Iraqi Foreign Minister Ibrahim al-Jaafari proposed mediation during a news conference in Tehran, but also referred to the execution of Sheikh Nimr al-Nimr as a “crime”.
Saudi Arabia and its allies say al-Nimr was found guilty of terrorism charges, and that condemnations of the execution amount to meddling in Riyadh’s internal affairs.
Iraq has undertaken a delicate balancing act amid the latest regional turmoil.
The Shia-led government in Baghdad relies on Iranian help to battle the militant Islamic State (IS) group, but is also trying to repair ties to oil-rich Saudi Arabia, which last week sent an ambassador to Baghdad for the first time in 25 years.
Speaking alongside Iranian Foreign Minister Mohammad Javad Zarif, al-Jaafari said Iraq’s place in the heart of the Middle East allows it to play a role in trying to “alleviate tensions”.
“This responsibility has been given to us and we have been active from the early moments to lessen tensions to prevent a disaster from happening that could affect the entire region,” he said.
Back in Iraq, however, thousands of Iranian-backed Shia militiamen marched in Baghdad and across the south to protest the execution of al-Nimr.
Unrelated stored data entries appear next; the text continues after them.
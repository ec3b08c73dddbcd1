import { describe, expect, it } from 'vitest'
import { answerTapers } from '../../../../src-main/engine/answers/answerTapers'
import { evaluateEqualSteps } from '../../../../src-main/engine/exact/evaluateEqualSteps'
import { EQUAL_STEPS } from '../../../../src-main/engine/exact/published/taperTables'
import { makePlainLine, type PlainSection } from './makePlainLine'

const taper = (...sections: PlainSection[]) =>
  answerTapers(makePlainLine({ dt: 1e-5, bars: [{ name: 'horn', sections }] }))
const straight = (diameter: number, length = 1): PlainSection => ({ length, diameter })

describe('a taper between two straight sections', () => {
  const [cone, ...rest] = taper(straight(0.02), { length: 0.1, diameter: [0.02, 0.04] }, straight(0.04))

  it('is one answer with its name, place and travel time', () => {
    expect(rest).toEqual([])
    expect(cone).toMatchObject({ name: 'horn 2', from: 1 })
    expect(cone.to).toBeCloseTo(1.1, 14)
    expect(cone.travelTime).toBeCloseTo(0.1 / 5000, 16)
  })

  it('passes sqrt(A2/A1) of a short pulse without reflection, 2A2/(A1 + A2) of a long one', () => {
    expect(cone.shortPulse.transmittedForce).toBeCloseTo(2, 13)
    expect(Math.abs(cone.shortPulse.reflectedForce)).toBeLessThan(1e-14)
    expect(cone.longPulse.transmittedForce).toBeCloseTo(1.6, 13)
    expect(cone.longPulse.reflectedForce).toBeCloseTo(0.6, 13)
  })

  it('covers kL from 0.05 to 20 in ascending order and shares the energy whole', () => {
    expect(cone.frequency).toHaveLength(60)
    expect(cone.frequency[0] * 2 * Math.PI * cone.travelTime).toBeCloseTo(0.05, 13)
    expect(cone.frequency[59] * 2 * Math.PI * cone.travelTime).toBeCloseTo(20, 12)
    cone.frequency.forEach((frequency, i) => {
      if (i > 0) expect(frequency).toBeGreaterThan(cone.frequency[i - 1])
      expect(cone.reflectedForce[i] ** 2 + cone.transmittedEnergy[i]).toBeCloseTo(1, 10)
    })
    // kL = 1 is the 15th point: 1.6879229 and 0.7122709 for R = 2 (cone between two bars, recomputed).
    expect(cone.transmittedForce[14]).toBeCloseTo(1.6879229, 7)
    expect(cone.transmittedEnergy[14]).toBeCloseTo(0.7122709, 7)
    expect(cone.transmittedForce[59]).toBeCloseTo(1.9988085, 7)
  })

  it('turned round passes the same energy and the force divided by A2/A1', () => {
    const [back] = taper(straight(0.04), { length: 0.1, diameter: [0.04, 0.02] }, straight(0.02))
    cone.frequency.forEach((_, i) => {
      expect(back.transmittedEnergy[i]).toBeCloseTo(cone.transmittedEnergy[i], 10)
      expect(back.transmittedForce[i]).toBeCloseTo(cone.transmittedForce[i] / 4, 10)
    })
  })

  it('counts a jump at a face as a step', () => {
    const [found] = taper(straight(0.02), { length: 0.1, diameter: [0.04, 0.08] }, straight(0.08))
    expect(found.shortPulse.transmittedForce).toBeCloseTo(1.6 * 2, 12)
    expect(found.shortPulse.reflectedForce).toBeCloseTo(0.6, 13)
    expect(found.longPulse.transmittedForce).toBeCloseTo(32 / 17, 13)
  })

  it('at the end of a bar goes by its own end', () => {
    const [found] = taper(straight(0.02), { length: 0.1, diameter: [0.02, 0.04] })
    expect(found.longPulse.transmittedForce).toBeCloseTo(1.6, 13)
  })

  it('takes a tube of conical outline for what it is, not for a cone', () => {
    const [solid] = taper(straight(0.02), { length: 0.1, diameter: [0.02, 0.04] }, straight(0.04))
    const [tube] = taper(
      { ...straight(0.02), bore: 0.01 },
      { length: 0.1, diameter: [0.02, 0.04], bore: 0.01 },
      { ...straight(0.04), bore: 0.01 },
    )
    expect(tube.longPulse.transmittedForce).toBeCloseTo((2 * 15) / (3 + 15), 13)
    expect(tube.shortPulse.transmittedForce).toBeCloseTo(Math.sqrt(5), 13)
    expect(Math.abs(tube.transmittedForce[20] - solid.transmittedForce[20])).toBeGreaterThan(0.01)
    // The tube is solved in pieces, to 1e-7 of its matrix.
    tube.frequency.forEach((_, i) =>
      expect(Math.abs(tube.reflectedForce[i] ** 2 + tube.transmittedEnergy[i] - 1)).toBeLessThan(1e-7),
    )
  })
})

describe('a run of small steps', () => {
  const stepped = (ratio: number, steps: number) => {
    const area = (n: number) => 1e-4 * ratio ** (n / steps)
    const layers = Array.from({ length: steps - 1 }, (_, i) => ({ length: 0.01, area: () => area(i + 1) }))
    return taper({ length: 1, area: () => area(0) }, ...layers, { length: 1, area: () => area(steps) })
  }

  describe(`short pulse: ${EQUAL_STEPS.source}`, () => {
    const small = EQUAL_STEPS.rows.filter(
      ([ratio, steps]) => steps > 1 && ratio ** (1 / steps) <= 2 * (1 + 1e-12),
    )
    it.each(small)('A2/A1 = %d in %d steps', (ratio, steps, front) => {
      const [run, ...rest] = stepped(ratio, steps)
      expect(rest).toEqual([])
      expect(Math.abs(run.shortPulse.transmittedForce - front)).toBeLessThan(0.51e-8)
      expect(run.longPulse.transmittedForce).toBeCloseTo((2 * ratio) / (1 + ratio), 12)
      expect(run.name).toBe(steps === 2 ? 'horn 2' : `horn 2 to ${steps}`)
      expect(run.travelTime).toBeCloseTo((0.01 * (steps - 1)) / 5000, 15)
      const q = ratio ** (1 / steps)
      expect(run.shortPulse.reflectedForce).toBeCloseTo((q - 1) / (q + 1), 12)
    })
  })

  it('lets a low frequency see the plain step, and repeats where each layer is half a wave long', () => {
    const [run] = stepped(4, 4)
    expect(run.transmittedForce[0]).toBeCloseTo(1.6, 2)
    expect(evaluateEqualSteps(4, 4)).toBeCloseTo(run.shortPulse.transmittedForce, 12)
  })

  it('is not seen in a single step, in large steps, in long layers, or where the way turns', () => {
    expect(stepped(4, 1)).toEqual([])
    expect(stepped(9, 2)).toEqual([])
    const layer = (area: number, length = 0.01): PlainSection => ({ length, area: () => area })
    expect(taper(layer(1, 1), layer(1.5, 0.5), layer(2, 1))).toEqual([])
    expect(taper(layer(1, 1), layer(1.5), layer(1.2, 1))).toEqual([])
    expect(
      taper(layer(1, 1), layer(1.5), layer(2), layer(1.5), layer(1, 1)).map((each) => each.name),
    ).toEqual(['horn 2', 'horn 4'])
  })
})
Qais al-Khazali, the head of the powerful Asaib Ahl al-Haq militia, gave a speech in the southern city of Basra in which he called on Baghdad to cut diplomatic ties with Saudi Arabia, expel the newly arrived ambassador and boycott Saudi goods.
Russia also has offered itself as a potential mediator, though it’s unclear whether Saudi or Iranian officials have responded to the proposal.
Zarif, meanwhile, blamed Saudi Arabia for exacerbating the situation.
“We have treated these actions with magnanimity and nobleness but unfortunately our neighbour, Saudi Arabia, did not respond to it properly,” he said. “The process of provoking tension must be stopped.”
Iran’s President Hassan Rouhani accused the Saudi government of fanning strife between Shia and Sunni Muslims and creating “an Islamaphobic atmosphere” in world opinion, according to a news release from Iran’s United Nations Mission.
At a Cabinet meeting Wednesday, Rouhani also accused the Saudis of providing money and weapons to “terrorists”, carrying out airstrikes in Yemen, and obstructing “the victory of Iraqi and Syrian governments”, the release said.